Since its launch 5 years ago, the Cancer Drugs Fund (CDF) is estimated to have helped over 95,000 patients gain access to lifesaving drugs and technologies. The CDF began as a temporary collaboration, between NICE and NHS England, that was extended in 2014 and due to end March 2016. It was decided that in order to continue beyond 2016, major reforms would be needed. Two key criticisms that drove these changes were concerns that patients may not be benefiting fully and that funding was not being used appropriately. After a 12-week consultation, new guidelines were drawn up to improve the effectiveness of the CDF appraisal process.
At the ISPOR 19th Annual European Congress, members of industry and NICE came together to discuss what these changes mean for patients, manufacturers and decision makers. The session was moderated by Dr Caroline Ling, Senior Director at RTI-Health Solutions; she was joined by her colleague Dr Sorrel Wolowacz, Head of European Health Economics. Professor Meindert Boysen from the London School of Hygiene & Tropical Medicine attended as a representative of NICE. The final presenter was Dr David Tyas, Associate Director of Health Outcomes and Research at Bristol-Myers Squibb.
The New Cancer Drugs Fund: Implications for NICE
Presented by Meindert Boysen
The new fund aims to allow better access to life-saving drugs, give greater value for taxpayer money and offer a new fast-track route for the most promising upcoming therapies. The key features of the new fund are:
- All new licensed oncology drugs will be referred to NICE
- Draft guidance will be given within 90 days of market authorisation
- Interim funding for positive recommendations
- Managed access with clear entry and exit criteria
- £340 million investment budget for new and transitional drugs
The new system of managed access will fund promising new therapies, with a specific time period for additional data collections followed by an appraisal review. Interim funding aims to provide financial support throughout the NICE guidance drafting process. This is estimated to allow market access up to 8 months quicker than the old system. Under the new system, committees will be encouraged to be more flexible with end-of-life criteria, such as understanding that some patients will have shorter life expectancies regardless of treatment; and allowing further data collection for those treatments that have been rejected due to high clinical uncertainty, (i.e. lack of efficacy and cost-effective data). A data collection arrangement (DCA) working group, with representatives from NICE and NHS England, was formed to reduce clinical uncertainty through systemic anti-cancer therapy (SACT) data collection from public health resources, real world observations, and current and planned clinical studies.
Implications for the Manufacturer/Sponsor
Presented by David Tyas
Proactive manufacturers will find these new changes welcoming. Under the old system, drug developers would create a product package, which would be reviewed for approval; a process that could take up to 12 months. By providing data early, NICE will help support manufacturers throughout the remaining process. While committees aim to be more flexible, manufacturers also have a responsibility to have a detailed product dossier. Knowing how to present their product, having strong global communication and a clear exit strategy, will help push new therapies more quickly to the market. It would be advantageous for manufacturers to utilise good study design, such as long-term follow-up past registration and to use clinicians who are familiar with the product, to show the potential of the drug to be cost-effective in the long-run.
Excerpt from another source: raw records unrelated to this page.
CREATE TABLE `sheet_signoffs` (
	`id` bigint unsigned AUTO_INCREMENT NOT NULL,
	`inspection_id` bigint unsigned NOT NULL,
	`signed_by` bigint unsigned NOT NULL,
	`signer_name` varchar(200) NOT NULL,
	`signer_role` varchar(32) NOT NULL,
	`meaning` enum('reviewed','approved_for_release','rejected') NOT NULL,
	`verdict` enum('passed','failed') NOT NULL,
	`record_sha256` char(64) NOT NULL,
	`signed_at` datetime(3) NOT NULL,
	`reopened_by` bigint unsigned,
	`reopened_at` datetime(3),
	`reopen_reason` text,
	CONSTRAINT `sheet_signoffs_id` PRIMARY KEY(`id`)
);
--> statement-breakpoint
ALTER TABLE `findings` MODIFY COLUMN `kind` enum('extra_ink','missing_ink','colour_shift','changed_text','streak') NOT NULL;--> statement-breakpoint
ALTER TABLE `artwork_revisions` ADD `excluded_areas` json DEFAULT ('[]') NOT NULL;--> statement-breakpoint
ALTER TABLE `artwork_revisions` ADD `superseded_at` datetime(3);--> statement-breakpoint
ALTER TABLE `artwork_revisions` ADD `prepared_key` varchar(512);--> statement-breakpoint
ALTER TABLE `customers` ADD `contact_emails` json DEFAULT ('[]') NOT NULL;--> statement-breakpoint
ALTER TABLE `findings` ADD `decision_reason` enum('no_defect','within_tolerance','defect');--> statement-breakpoint
ALTER TABLE `findings` ADD `recurrence` enum('isolated','repeating','every_up');--> statement-breakpoint
ALTER TABLE `findings` ADD `prior_finding_id` bigint unsigned;--> statement-breakpoint
ALTER TABLE `inspections` ADD `tiles_status` enum('none','pending','ready','failed') DEFAULT 'none' NOT NULL;--> statement-breakpoint
ALTER TABLE `inspections` ADD `tiles_prefix` varchar(512);--> statement-breakpoint
ALTER TABLE `jobs` ADD `board_thickness_um` int unsigned;--> statement-breakpoint
ALTER TABLE `jobs` ADD `run_length_sheets` int unsigned;--> statement-breakpoint
ALTER TABLE `jobs` ADD `tolerance_profile_id` bigint unsigned;--> statement-breakpoint
ALTER TABLE `sheet_signoffs` ADD CONSTRAINT `sheet_signoffs_inspection_id_inspections_id_fk` FOREIGN KEY (`inspection_id`) REFERENCES `inspections`(`id`) ON DELETE no action ON UPDATE no action;--> statement-breakpoint
ALTER TABLE `sheet_signoffs` ADD CONSTRAINT `sheet_signoffs_signed_by_users_id_fk` FOREIGN KEY (`signed_by`) REFERENCES `users`(`id`) ON DELETE no action ON UPDATE no action;--> statement-breakpoint
ALTER TABLE `sheet_signoffs` ADD CONSTRAINT `sheet_signoffs_reopened_by_users_id_fk` FOREIGN KEY (`reopened_by`) REFERENCES `users`(`id`) ON DELETE no action ON UPDATE no action;--> statement-breakpoint
CREATE INDEX `sheet_signoffs_inspection_idx` ON `sheet_signoffs` (`inspection_id`);--> statement-breakpoint
ALTER TABLE `jobs` ADD CONSTRAINT `jobs_tolerance_profile_id_tolerance_profiles_id_fk` FOREIGN KEY (`tolerance_profile_id`) REFERENCES `tolerance_profiles`(`id`) ON DELETE no action ON UPDATE no action;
While the new system offers a greater flexibility, longer-term tracking of patient benefits and a stronger engagement between NHS England and NICE; there is still the question of who bears the cost of new, expensive ‘fast-track’ drugs. Many in the industry would expect the cost of new drugs to be set by the manufacturers. As such there is a danger that the expense of new drugs may fall upon the shoulders of taxpayers, which would make the new CDF more costly in the future.
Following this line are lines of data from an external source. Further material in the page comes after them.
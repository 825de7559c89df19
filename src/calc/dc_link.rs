//! The DC-link capacitor bank: its ripple current (low-frequency and switching parts,
//! computed numerically from the switch currents over the period, [`super::bridge_leg`]),
//! the low-frequency voltage ripple (the half-bridge midpoint at f1, the single-phase
//! full bridge's 2 f1 power ripple), the hot spot and expected life, the voltage against
//! the rating, the stored energy and the bleeder's discharge time.
//!
//! Assumptions (stated in the package, E12): the DC source delivers only its mean
//! current, so the bank carries every other part of the bridge's input current; leg
//! currents are constant over a carrier period (the inductor ripple is left out of the
//! bank's current); for a half-bridge the two halves are equal and each carries half
//! the output current at f1.

use super::bridge_leg::{capacitor_current, BusKind, CapacitorCurrent};
use super::leg_current::{bus_kind, leg_point, legs};
use super::modulation::{short, DC_POINTS};
use super::{given, limit_quantity, limit_source};
use crate::record::{DcLink, Design, Topology};
use crate::sheet::{Relation, Sheet, Source};
use crate::units::Unit;

/// The bank's current at one DC point and load fraction.
pub fn bank_current(d: &Design, s: &Sheet, point: &str, k: f64) -> CapacitorCurrent {
    let a = leg_point(d, s, point, k);
    capacitor_current(bus_kind(d), &legs(d, &a))
}

/// How many equal capacitor banks carry the computed current (two halves of a
/// half-bridge, else one).
pub fn banks(d: &Design) -> f64 {
    if d.bridge.topology == Topology::HalfBridge {
        2.0
    } else {
        1.0
    }
}

pub fn evaluate(d: &Design, s: &mut Sheet) {
    let Some(dc) = &d.dc_link else {
        return;
    };
    inputs(s, dc);
    let half = d.bridge.topology == Topology::HalfBridge;
    let c = dc.capacitance.value;
    let c_bus = if half { c / 2.0 } else { c };
    if half {
        s.derive(
            "dclink.c_bus",
            "Capacitance across the bus (two halves in series)",
            "C_\"bus\"",
            Unit::Farad,
        )
        .formula("C_\"dc\" / 2")
        .inputs(&["dclink.c"])
        .value(c_bus);
    } else {
        s.derive(
            "dclink.c_bus",
            "Capacitance across the bus",
            "C_\"bus\"",
            Unit::Farad,
        )
        .formula("C_\"dc\"")
        .inputs(&["dclink.c"])
        .value(c_bus);
    }
    let numerical = || {
        Source::common_practice(
            "the bank carries the bridge's input current less its mean (the source delivers only the mean); the product of two legs' switch states averages over a carrier period to the overlap of their on-intervals; integrated numerically over the fundamental period",
        )
    };
    let mut worst = ("nominal", f64::NEG_INFINITY);
    for (key, label, dc_id) in DC_POINTS {
        let sh = short(key);
        let m_id = format!("modulation.m_a.{key}");
        let cc = bank_current(d, s, key, 1.0);
        let inputs = [m_id.as_str(), "semi.i_leg", "semi.phi"];
        let inputs: Vec<&str> = inputs
            .into_iter()
            .filter(|id| s.get(id).is_some())
            .collect();
        let sym = |id: &str| s.symbol(id);
        let i_leg = if s.get("semi.i_leg").is_some() {
            sym("semi.i_leg")
        } else {
            "I_\"leg\"".into()
        };
        let phi = if s.get("semi.phi").is_some() {
            sym("semi.phi")
        } else {
            "phi_\"sw\"".into()
        };
        let m_sym = sym(&m_id);
        let duty = super::leg_current::duty_formula(d, &m_sym);
        let ins = format!("{duty} \"and\" {i_leg} sin(theta - {phi}) \"of each leg\"");
        let what = if half { "each half" } else { "the bank" };
        s.derive(
            &format!("dclink.i_dc.{key}"),
            &format!("Bridge DC input current without losses, {label}"),
            &format!("I_(\"dc\",\"{sh}\")"),
            Unit::Ampere,
        )
        .formula(&format!("\"mean of\" sum s_k i_k, {ins}"))
        .inputs(&inputs)
        .source(numerical())
        .value(cc.i_dc);
        s.derive(
            &format!("dclink.i_lf.{key}"),
            &format!("Capacitor rms current, low-frequency part, {what}, {label}"),
            &format!("I_(C,\"lf,{sh}\")"),
            Unit::Ampere,
        )
        .formula(&format!("\"rms of carrier-period means of\" i_C, {ins}"))
        .inputs(&inputs)
        .source(numerical())
        .value(cc.low_frequency_rms);
        s.derive(
            &format!("dclink.i_hf.{key}"),
            &format!("Capacitor rms current, switching part, {what}, {label}"),
            &format!("I_(C,\"sw,{sh}\")"),
            Unit::Ampere,
        )
        .formula(&format!(
            "sqrt(\"mean of\" i_C^2 - I_(C,\"lf,{sh}\")^2), {ins}"
        ))
        .inputs(&[inputs.as_slice(), &[&format!("dclink.i_lf.{key}")]].concat())
        .source(numerical())
        .value(cc.switching_rms);
        let rms = s
            .derive(
                &format!("dclink.i_rms.{key}"),
                &format!("Capacitor rms current, {what}, {label}"),
                &format!("I_(C,\"{sh}\")"),
                Unit::Ampere,
            )
            .formula(&format!("sqrt(I_(C,\"lf,{sh}\")^2 + I_(C,\"sw,{sh}\")^2)"))
            .inputs(&[&format!("dclink.i_lf.{key}"), &format!("dclink.i_hf.{key}")])
            .value(cc.total_rms());
        if rms > worst.1 {
            worst = (key, rms);
        }
        let esr_formula = if half {
            format!("2 I_(C,\"{sh}\")^2 R_\"ESR\"")
        } else {
            format!("I_(C,\"{sh}\")^2 R_\"ESR\"")
        };
        s.derive(
            &format!("dclink.p_esr.{key}"),
            &format!("Capacitor ESR loss, {label}"),
            &format!("P_(\"ESR\",\"{sh}\")"),
            Unit::Watt,
        )
        .formula(&esr_formula)
        .inputs(&[&format!("dclink.i_rms.{key}"), "dclink.esr"])
        .value(banks(d) * rms * rms * dc.esr.value);
        let v = s.value(dc_id);
        let v_sym = s.symbol(dc_id);
        s.derive(
            &format!("dclink.p_bleed.{key}"),
            &format!("Bleeder loss, {label}"),
            &format!("P_(\"bl\",\"{sh}\")"),
            Unit::Watt,
        )
        .formula(&format!("{v_sym}^2 / R_\"bl\""))
        .inputs(&[dc_id, "dclink.r_bleed"])
        .value(v * v / dc.bleeder.value);
    }
    voltage_ripple(d, s, c);
    life(d, s, dc, worst.0);
    voltage_and_discharge(d, s, dc, c_bus);
}

fn inputs(s: &mut Sheet, dc: &DcLink) {
    given(
        s,
        "dclink.c",
        "DC-link capacitance (each half of a half-bridge)",
        "C_\"dc\"",
        &dc.capacitance,
        Unit::Farad,
    );
    given(
        s,
        "dclink.esr",
        "DC-link equivalent series resistance (each half)",
        "R_\"ESR\"",
        &dc.esr,
        Unit::Ohm,
    );
    given(
        s,
        "dclink.v_rating",
        "DC-link capacitor voltage rating (each half)",
        "V_(C,\"rat\")",
        &dc.voltage_rating,
        Unit::Volt,
    );
    given(
        s,
        "dclink.r_th",
        "Capacitor hot-spot-to-ambient thermal resistance",
        "R_(\"th\",C)",
        &dc.r_th_ha,
        Unit::KelvinPerWatt,
    );
    given(
        s,
        "dclink.life_rated",
        "Capacitor rated life at its rated temperature",
        "L_0",
        &dc.rated_life,
        Unit::Hour,
    );
    given(
        s,
        "dclink.t_rated",
        "Capacitor rated temperature",
        "T_0",
        &dc.rated_temperature,
        Unit::DegreeCelsius,
    );
    given(
        s,
        "dclink.r_bleed",
        "Bleeder resistance across the bus",
        "R_\"bl\"",
        &dc.bleeder,
        Unit::Ohm,
    );
}

/// The low-frequency voltage ripple in closed form, where the bridge has one.
fn voltage_ripple(d: &Design, s: &mut Sheet, c: f64) {
    if s.get("semi.i_leg").is_none() {
        return;
    }
    let w = s.value("output.omega1");
    let i = s.value("semi.i_leg");
    match (d.bridge.topology, bus_kind(d)) {
        (Topology::HalfBridge, _) => {
            // The midpoint moves against the bus centre by (v_C2 - v_C1) / 2, whose
            // derivative is (i_C2 - i_C1) / (2 C) = i / (2 C) (KCL at the midpoint).
            s.derive("dclink.v_mid_pp", "Midpoint voltage ripple at f1, peak to peak", "Delta V_\"mid\"", Unit::Volt)
                .formula("I_\"leg\" / (omega_1 C_\"dc\")")
                .inputs(&["semi.i_leg", "output.omega1", "dclink.c"])
                .source(Source::common_practice("derived from Kirchhoff's current law at the midpoint of two equal split capacitors: the output current divides equally between them, so the midpoint swings by I_pk / (omega_1 C) peak to peak"))
                .value(i / (w * c));
        }
        (Topology::FullBridge, BusKind::CommonCarrier | BusKind::Complementary) => {
            // Single-phase power pulsates at 2 f1 with amplitude S_sw = V_sw,pk I_pk / 2,
            // V_sw,pk = m_a V_dc; the bank carries S_sw / V_dc of it as current, of
            // amplitude m_a I_pk / 2, which makes m_a I_pk / (2 omega_1 C) peak to peak.
            let m = s.value("modulation.m_a.nominal");
            let m_sym = s.symbol("modulation.m_a.nominal");
            s.derive("dclink.v_2f_pp", "Bus voltage ripple at 2 f1, peak to peak, DC nominal", "Delta V_(2 f)", Unit::Volt)
                .formula(&format!("{m_sym} I_\"leg\" / (2 omega_1 C_\"dc\")"))
                .inputs(&["modulation.m_a.nominal", "semi.i_leg", "output.omega1", "dclink.c"])
                .source(Source::common_practice("derived from the instantaneous power of a single-phase output, which pulsates at 2 f1 with the apparent power S = m_a V_dc I_pk / 2 as amplitude; the bank supplies S / V_dc of current at 2 f1"))
                .value(m * i / (2.0 * w * c));
        }
        _ => {}
    }
}

fn life(d: &Design, s: &mut Sheet, dc: &DcLink, worst: &str) {
    let label = DC_POINTS.iter().find(|p| p.0 == worst).map_or("", |p| p.1);
    let t_a_id = match (s.get("thermal.t_a"), &d.thermal) {
        (Some(_), _) => "thermal.t_a".to_string(),
        // A thermal section without switches: its ambient still holds for the bank.
        (None, Some(th)) => {
            given(
                s,
                "thermal.t_a",
                "Highest ambient temperature",
                "T_a",
                &th.ambient_max,
                Unit::DegreeCelsius,
            );
            "thermal.t_a".to_string()
        }
        // No thermal section: the capacitor's ambient is needed anyway.
        (None, None) => "dclink.t_a".to_string(),
    };
    if t_a_id == "dclink.t_a" {
        s.input(
            "dclink.t_a",
            "Capacitor ambient temperature",
            "T_a",
            40.0,
            Unit::DegreeCelsius,
            Source::common_practice(
                "40 °C inside the enclosure where the record gives no thermal section",
            ),
        );
    }
    let t_a = s.value(&t_a_id);
    let i_id = format!("dclink.i_rms.{worst}");
    let i = s.value(&i_id);
    let i_sym = s.symbol(&i_id);
    let t_hs = s
        .derive("dclink.t_hotspot", &format!("Capacitor hot-spot temperature, {label}"), "T_\"hs\"", Unit::DegreeCelsius)
        .formula(&format!("T_a + {i_sym}^2 R_\"ESR\" R_(\"th\",C)"))
        .inputs(&[&t_a_id, &i_id, "dclink.esr", "dclink.r_th"])
        .source(Source::common_practice("steady-state hot-spot rise of the ESR loss over the capacitor's hot-spot-to-ambient thermal resistance"))
        .value(t_a + i * i * dc.esr.value * dc.r_th_ha.value);
    let life = dc.rated_life.value * 2f64.powf((dc.rated_temperature.value - t_hs) / 10.0);
    s.derive("dclink.life", "Expected capacitor life", "L_C", Unit::Hour)
        .formula("L_0 dot 2^((T_0 - T_\"hs\") / (10 K))")
        .inputs(&["dclink.life_rated", "dclink.t_rated", "dclink.t_hotspot"])
        .source(Source::common_practice("the life of an electrolytic capacitor doubles for every 10 K its hot spot runs below the rated temperature (Arrhenius rule of thumb)"))
        .value(life);
    let l = &d.limits;
    let target = limit_quantity(
        s,
        "limits.min_capacitor_life",
        "Least expected DC-link capacitor life",
        "L_(C,\"min\")",
        &l.min_capacitor_life,
        Unit::Hour,
    );
    s.check(
        "check.dclink.life",
        "The DC-link capacitors' expected life reaches the target at the highest ambient",
        "dclink.life",
        Relation::AtLeast,
        target,
        limit_source(&l.min_capacitor_life),
    );
}

fn voltage_and_discharge(d: &Design, s: &mut Sheet, dc: &DcLink, c_bus: f64) {
    let half = d.bridge.topology == Topology::HalfBridge;
    let v_max = s.value("dc.v_max");
    let (ripple_id, ripple) = match (s.get("dclink.v_mid_pp"), s.get("dclink.v_2f_pp")) {
        (Some(q), _) => ("dclink.v_mid_pp", q.value),
        (_, Some(q)) => ("dclink.v_2f_pp", q.value),
        _ => ("", 0.0),
    };
    let (formula, value) = match (half, ripple_id.is_empty()) {
        (true, false) => (
            format!("V_\"dc,max\" / 2 + {} / 2", s.symbol(ripple_id)),
            v_max / 2.0 + ripple / 2.0,
        ),
        (true, true) => ("V_\"dc,max\" / 2".to_string(), v_max / 2.0),
        (false, false) => (
            format!("V_\"dc,max\" + {} / 2", s.symbol(ripple_id)),
            v_max + ripple / 2.0,
        ),
        (false, true) => ("V_\"dc,max\"".to_string(), v_max),
    };
    let mut inputs = vec!["dc.v_max"];
    if !ripple_id.is_empty() {
        inputs.push(ripple_id);
    }
    s.derive(
        "dclink.v_peak",
        if half {
            "Peak voltage of each half"
        } else {
            "Peak bus voltage"
        },
        "V_(C,\"pk\")",
        Unit::Volt,
    )
    .formula(&formula)
    .inputs(&inputs)
    .value(value);
    s.check(
        "check.dclink.voltage",
        "The DC-link capacitors' peak voltage stays within their rating",
        "dclink.v_peak",
        Relation::AtMost,
        dc.voltage_rating.value,
        super::limit_source_given(&dc.voltage_rating),
    );
    s.derive(
        "dclink.energy",
        "Energy stored in the DC link at the DC maximum",
        "E_\"dc\"",
        Unit::Joule,
    )
    .formula("C_\"bus\" V_\"dc,max\"^2 / 2")
    .inputs(&["dclink.c_bus", "dc.v_max"])
    .value(c_bus * v_max * v_max / 2.0);
    let l = &d.limits;
    let v_safe = limit_quantity(
        s,
        "limits.safe_touch_voltage",
        "Safe touch voltage of the discharged bus",
        "V_\"safe\"",
        &l.safe_touch_voltage,
        Unit::Volt,
    );
    s.derive("dclink.t_discharge", "Time for the bleeder to bring the bus below the safe touch voltage", "t_\"dis\"", Unit::Second)
        .formula("R_\"bl\" C_\"bus\" ln(V_\"dc,max\" / V_\"safe\")")
        .inputs(&["dclink.r_bleed", "dclink.c_bus", "dc.v_max", "limits.safe_touch_voltage"])
        .source(Source::common_practice("exponential discharge of the bus capacitance through the bleeder alone, from the DC maximum"))
        .value(dc.bleeder.value * c_bus * (v_max / v_safe).ln().max(0.0));
    let t_max = limit_quantity(
        s,
        "limits.max_discharge_time",
        "Longest discharge time to the safe touch voltage",
        "t_(\"dis\",max)",
        &l.max_discharge_time,
        Unit::Second,
    );
    s.check(
        "check.dclink.discharge",
        "The bleeder brings the bus below the safe touch voltage in time",
        "dclink.t_discharge",
        Relation::AtMost,
        t_max,
        limit_source(&l.max_discharge_time),
    );
}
Additional Data Collection
Presented by Sorrel Wolowacz
A key feature of the new system is increased data collection for the reassessment of drugs not recommended for use, and to provide useful follow-up data on registered treatments. The new CDF appraisal process aims to tackle the clinical uncertainty of novel drugs through more rigorous data collection. Under the new system, an appraisal committee will assess the level of clinical uncertainty and the feasibility of the data required by the CDF. The DCA will then review minimal timeframes, population size and treatment duration to develop suitable study designs that can be reviewed by stakeholders. The most common means of data collection are through the SACT dataset, although there are options for ongoing and new clinical studies.
The key feature of SACTis the national collection of data from NHS England chemotherapy providers, with the potential to become linked to other health sources. Set up in April 2014, SACT includes data on patient demographics, disease progression, and treatment regimen. In the future, it is hoped that the database will provide historic information that can be used as a reference data set. Collecting data via SACT gives insight into clinical effectiveness, potential study design issues, and treatment patterns in a clinical setting.
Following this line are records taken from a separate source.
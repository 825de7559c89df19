//! The calculation engine: one file per engineering subject, each appending traced
//! quantities and checks to a [`Sheet`]. [`evaluate`] runs them in dependency order;
//! it is deterministic (no clocks, no hash-map order) and never panics on a validated
//! design.

pub mod bridge_leg;
pub mod dc_link;
pub mod dc_source;
pub mod efficiency;
pub mod filter;
pub mod filter_stress;
pub mod grid_filter;
pub mod lcl_design;
pub mod leg_current;
pub mod modulation;
pub mod operating_point;
pub mod output_quality;
pub mod ripple;
pub mod semiconductor;
pub mod spectrum;
pub mod switch_stress;
pub mod switching;
pub mod thermal;

use crate::record::{Design, Given, Limit};
use crate::sheet::{Sheet, Source};
use crate::units::Unit;

/// Evaluates a validated design.
pub fn evaluate(design: &Design) -> Sheet {
    let mut sheet = Sheet::new();
    operating_point::evaluate(design, &mut sheet);
    if design.output.grid() {
        grid_filter::evaluate(design, &mut sheet);
    } else {
        filter::evaluate(design, &mut sheet);
    }
    modulation::evaluate(design, &mut sheet);
    let spectra = switching::evaluate(design, &mut sheet);
    output_quality::evaluate(design, &mut sheet, &spectra);
    filter_stress::evaluate(design, &mut sheet, &spectra);
    semiconductor::evaluate(design, &mut sheet);
    thermal::evaluate(design, &mut sheet);
    dc_link::evaluate(design, &mut sheet);
    efficiency::evaluate(design, &mut sheet);
    sheet
}

/// Records a value written in the record as an input quantity.
pub(crate) fn given(
    s: &mut Sheet,
    id: &str,
    name: &str,
    symbol: &str,
    g: &Given,
    unit: Unit,
) -> f64 {
    s.input(id, name, symbol, g.value, unit, input_source(g))
}

fn input_source(g: &Given) -> Source {
    Source::Input {
        key: g.key.clone(),
        line: g.line,
    }
}

/// The source of a limit written in the record.
pub(crate) fn limit_source_given(g: &Given) -> Source {
    input_source(g)
}

/// Records a design limit: from the record where written, else its common-practice default.
pub(crate) fn limit_quantity(
    s: &mut Sheet,
    id: &str,
    name: &str,
    symbol: &str,
    l: &Limit,
    unit: Unit,
) -> f64 {
    s.input(id, name, symbol, l.value, unit, limit_source(l))
}

/// Where a limit comes from, for the check that uses it.
pub(crate) fn limit_source(l: &Limit) -> Source {
    match &l.given {
        Some(g) => input_source(g),
        None => Source::common_practice(l.default_basis),
    }
}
These changes aim to bring new drugs and technologies more quickly to patients. Therapies that show promise will be given interim funding and clear positive guidance during development. Manufacturers who are well prepared will be given more support. Flexible decision making and follow-up data collection will give drugs with high clinical uncertainty a chance. Widespread collection of long-term data can be used to build a bank of information that will help future decision making.